By: IPP Bureau
Last updated : December 24, 2025 8:20 pm
If approved, imlifidase has the potential to transform the kidney transplant landscape by enabling highly sensitized patients to also have access to a potentially life-changing kidney transplant
Hansa Biopharma AB has announced that it has submitted a Biologics License Application (BLA) to the US FDA for imlifidase, seeking priority review for its use in desensitizing highly sensitized adults awaiting deceased donor kidney transplants.
Renée Aguiar-Lucander, CEO of Hansa Biopharma, called the submission a “pivotal milestone” for the company and patients.
She said, “The submission of our BLA to the FDA marks a pivotal milestone for Hansa Biopharma and for highly sensitized patients living with end-stage renal disease in the US. If approved, imlifidase has the potential to transform the kidney transplant landscape by enabling highly sensitized patients to also have access to a potentially life-changing kidney transplant that would otherwise be out of reach.”

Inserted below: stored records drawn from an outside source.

/**
 * A field walk plan. Every stop is at least the edge margin (default 10 m) from every edge, holes
 * included. A convex field is walked along the longest straight line inside the margin; a concave
 * field, one with holes or in several parts is cut into parts along parallel lines and walked as one
 * straight leg per part, each part drawing stops in proportion to its area. Stops are placed by
 * systematic sampling with a random start from `seed`: equal shares of area apart, so equally spaced
 * along each leg. Without a boundary, the field is taken as a square of the given area.
 */
export function walkPlan(boundary: Boundaryish | null, options: WalkPlanOptions = {}): WalkPlan {
  const stops = options.stops ?? DEFAULT_WALK_STOPS;
  if (!Number.isInteger(stops) || stops < 1 || stops > MAX_STOPS) {
    throw new CalcError('bad_option', `The number of stops must be a whole number from 1 to ${MAX_STOPS}.`, 'stops');
  }
  const asked = requireNonNegative(options.edgeMarginM ?? DEFAULT_EDGE_MARGIN_M, 'edgeMarginM');
  const givenSeed = normaliseSeed(options.seed);

  let frame: LocalFrame | null = null;
  let legs: PlaneLeg[];
  let used = asked;
  let areaM2: number;
  let walkableM2: number;
  let pattern: WalkPattern;
  let reason: WalkReason;
  let seedBasis: string;
  let edges: Edge[] = [];

  if (boundary === null || boundary === undefined) {
    const ah = options.areaHa;
    if (ah === undefined || ah === null) {
      throw new CalcError('missing_area', 'Without a field boundary, the field area is needed to plan the walk.', 'areaHa');
    }
    if (typeof ah !== 'number' || !Number.isFinite(ah) || ah <= 0) {
      throw new CalcError('non_positive', 'The field area must be a number greater than zero.', 'areaHa');
    }
    areaM2 = ah * 10_000;
    const side = Math.sqrt(areaM2);
    used = marginSteps(asked).find((m) => side > 2 * m && (side - 2 * m) ** 2 >= MIN_BUFFERED_SHARE * areaM2) ?? 0;
    const inner = side - 2 * used;
    walkableM2 = inner * inner;
    legs = [{ a: [used, used], b: [side - used, side - used], area: walkableM2 }];
    pattern = 'square';
    reason = { code: 'no_boundary', parts: 0, holes: 0, reflexCorners: 0, legs: 1, sweepDeg: null, walkableShare: walkableM2 / areaM2 };
    seedBasis = `area:${ah}`;
  } else {
    const parts = validParts(boundary);
    let minLon = Infinity, maxLon = -Infinity, minLat = Infinity, maxLat = -Infinity; // prettier-ignore
    for (const part of parts) {
      for (const [lon, lat] of part[0]!.map(lonLatOf)) {
        minLon = Math.min(minLon, lon);
        maxLon = Math.max(maxLon, lon);
        minLat = Math.min(minLat, lat);
        maxLat = Math.max(maxLat, lat);
      }
    }
    frame = localFrame((minLon + maxLon) / 2, (minLat + maxLat) / 2);
    const f = frame;
    const field: PlaneField = parts.map((part) => part.map((ring) => openRing(ring.map((p) => toXY(f, p)))));
    for (const part of field) if (ringArea(part[0]!) < 0) part[0]!.reverse();
    edges = edgesOf(field);
    areaM2 = field.reduce((s, part) => s + Math.abs(ringArea(part[0]!)) - part.slice(1).reduce((t, r) => t + Math.abs(ringArea(r)), 0), 0);
    const across = dist(toXY(f, [minLon, minLat]), toXY(f, [maxLon, maxLat]));
    if (!(across >= 1)) throw new CalcError('boundary_too_small', 'The field boundary is too small to walk (under 1 m across).', 'boundary');

    const holes = field.reduce((s, part) => s + part.length - 1, 0);
    const plan = (tol: number) => {
      // A traced outline can have thousands of corners: plan on a simplified one and keep its
      // largest departure from the true outline further in, so the true edges are as far away.
      let error = 0;
      const simple: PlaneField = field.map((part) =>
        part.map((ring) => {
          const r = simplifyRing(ring, tol);
          error = Math.max(error, r.error);
          return r.ring;
        }),
      );
      const simpleEdges = edgesOf(simple);
      const convex = simple.length === 1 && holes === 0 && isConvexRing(simple[0]![0]!);
      for (const m of marginSteps(asked)) {
        const inner = m + error + (m > 0 ? SAFETY_M : 0);
        const l = convex ? convexLayout(simple[0]![0]!, inner) : bestSweep(simple, simpleEdges, inner, m + error);
        if (l && l.legs.length > 0 && (l.walkableArea >= MIN_BUFFERED_SHARE * areaM2 || m === 0)) return { layout: l, used: m, convex, simple };
      }
      return null;
    };
    const tol = Math.min(1, SIMPLIFY_SHARE * asked);
    let found = plan(tol);
    // Simplifying can in rare outlines cut a corner the wrong way: then plan on the full outline.
    const keepsMargin = (f: NonNullable<typeof found>) =>
      f.layout.legs.every((g) => [g.a, g.b].every((p) => insideField(edges, p) && distanceToEdges(edges, p) >= f.used));
    if (tol > 0 && (!found || !keepsMargin(found))) found = plan(0);
    if (!found) bad('No walking line fits inside this boundary; check that it is a simple (non-crossing) outline.');
    const { layout, convex } = found;
    used = found.used;
    const reflex = field.reduce((s, part) => s + reflexCorners(part[0]!), 0);
    legs = layout.legs;
    walkableM2 = layout.walkableArea;
    pattern = convex ? 'diagonal' : 'legs';
    reason = {
      code: convex ? 'convex' : field.length > 1 ? 'parts' : holes > 0 ? 'holes' : 'concave',
      parts: field.length,
      holes,
      reflexCorners: reflex,
      legs: legs.length,
      sweepDeg: layout.sweepDeg,
      walkableShare: walkableM2 / areaM2,
    };
    seedBasis = parts.flat(2).map((p) => `${p[0]!.toFixed(7)},${p[1]!.toFixed(7)}`).join(';');
  }

  const seed = givenSeed ?? hash32(`${seedBasis}|${stops}|${asked}`).toString(36);
  legs = orderLegs(legs);

  // Systematic sampling over the walkable area laid end to end along the legs: one stop in each of
  // `stops` equal shares, at the same random offset within every share.
  const totalArea = legs.reduce((s, g) => s + g.area, 0);
  const share = totalArea / stops;
  const offset = uniformFromSeed(seed) * share;
  const lengths = legs.map((g) => dist(g.a, g.b));
  const transfers = legs.map((g, i) => (i === 0 ? 0 : dist(legs[i - 1]!.b, g.a)));
  const legStart: number[] = [];
  let route = 0;
  legs.forEach((_, i) => {
    route += transfers[i]!;
    legStart.push(route);
    route += lengths[i]!;
  });
  const counts = legs.map(() => 0);
  const stopList: WalkStop[] = [];
  let cumulative = 0;
  let leg = 0;
  for (let k = 0; k < stops; k++) {
    const at = offset + k * share;
    while (leg < legs.length - 1 && at >= cumulative + legs[leg]!.area) {
      cumulative += legs[leg]!.area;
      leg++;
    }
    const t = Math.min(1, Math.max(0, (at - cumulative) / legs[leg]!.area));
    const g = legs[leg]!;
    const p: XY = [g.a[0] + t * (g.b[0] - g.a[0]), g.a[1] + t * (g.b[1] - g.a[1])];
    const ll = frame ? toLngLat(frame, p) : null;
    const d = legStart[leg]! + t * lengths[leg]!;
    counts[leg]!++;
    stopList.push({
      index: k + 1,
      distanceM: d,
      distanceFt: d / M_PER_FT,
      paces: d / PACE_LENGTH_M,
      lng: ll ? ll[0] : null,
      lat: ll ? ll[1] : null,
      leg: leg + 1,
      legDistanceM: t * lengths[leg]!,
    });
  }

  const spacings = legs.map((g, i) => (share * lengths[i]!) / g.area);
  const busiest = counts.indexOf(Math.max(...counts));
  const spacingM = stops === 1 ? 0 : spacings[busiest]!;
  const lngLat = (p: XY) => (frame ? toLngLat(frame, p) : null);
  const legList: WalkLeg[] = legs.map((g, i) => ({
    index: i + 1,
    start: lngLat(g.a),
    end: lngLat(g.b),
    lengthM: lengths[i]!,
    areaHa: g.area / 10_000,
    stops: counts[i]!,
    spacingM: spacings[i]!,
    transferM: transfers[i]!,
    transferInside: i === 0 || transfers[i] === 0 || (frame !== null && segmentInBuffer(edges, legs[i - 1]!.b, g.a, used)),
  }));
  reason.legs = legList.length;

  const noteParts: WalkNotePart[] = [{ code: 'pattern', pattern, reason: reason.code, legs: legList.length, stops, marginM: used }];
  if (used < asked) noteParts.push({ code: 'margin_reduced', askedM: asked, usedM: used });
  if (!frame) noteParts.push({ code: 'no_boundary', areaHa: areaM2 / 10_000 });
  noteParts.push({ code: 'pace', paceM: PACE_LENGTH_M });

  return {
    mode: frame ? 'boundary' : 'area',
    pattern,
    reason,
    diagonalM: lengths.reduce((s, x) => s + x, 0),
    walkLengthM: route,
    walkLengthFt: route / M_PER_FT,
    spacingM,
    spacingFt: spacingM / M_PER_FT,
    spacingPaces: spacingM / PACE_LENGTH_M,
    edgeMarginM: used,
    edgeMarginAskedM: asked,
    start: legList[0]!.start,
    end: legList[legList.length - 1]!.end,
    legs: legList,
    stops: stopList,
    areaHa: areaM2 / 10_000,
    walkableAreaHa: walkableM2 / 10_000,
    seed,
    paceLengthM: PACE_LENGTH_M,
    note: englishNote(noteParts),
    noteParts,
  };
}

The BLA is backed by data from the pivotal US Phase 3 ConfIdeS trial, which studied 12-month kidney function in highly sensitized patients (cPRA ≥99.9%) with a positive crossmatch against deceased donors.
The trial met its primary endpoint, showing significantly improved kidney function in patients treated with imlifidase, as measured by mean estimated glomerular filtration rate (eGFR).
If the FDA accepts the application and grants priority review, Hansa could see a decision within six months, potentially leading to approval as early as Q3 2026.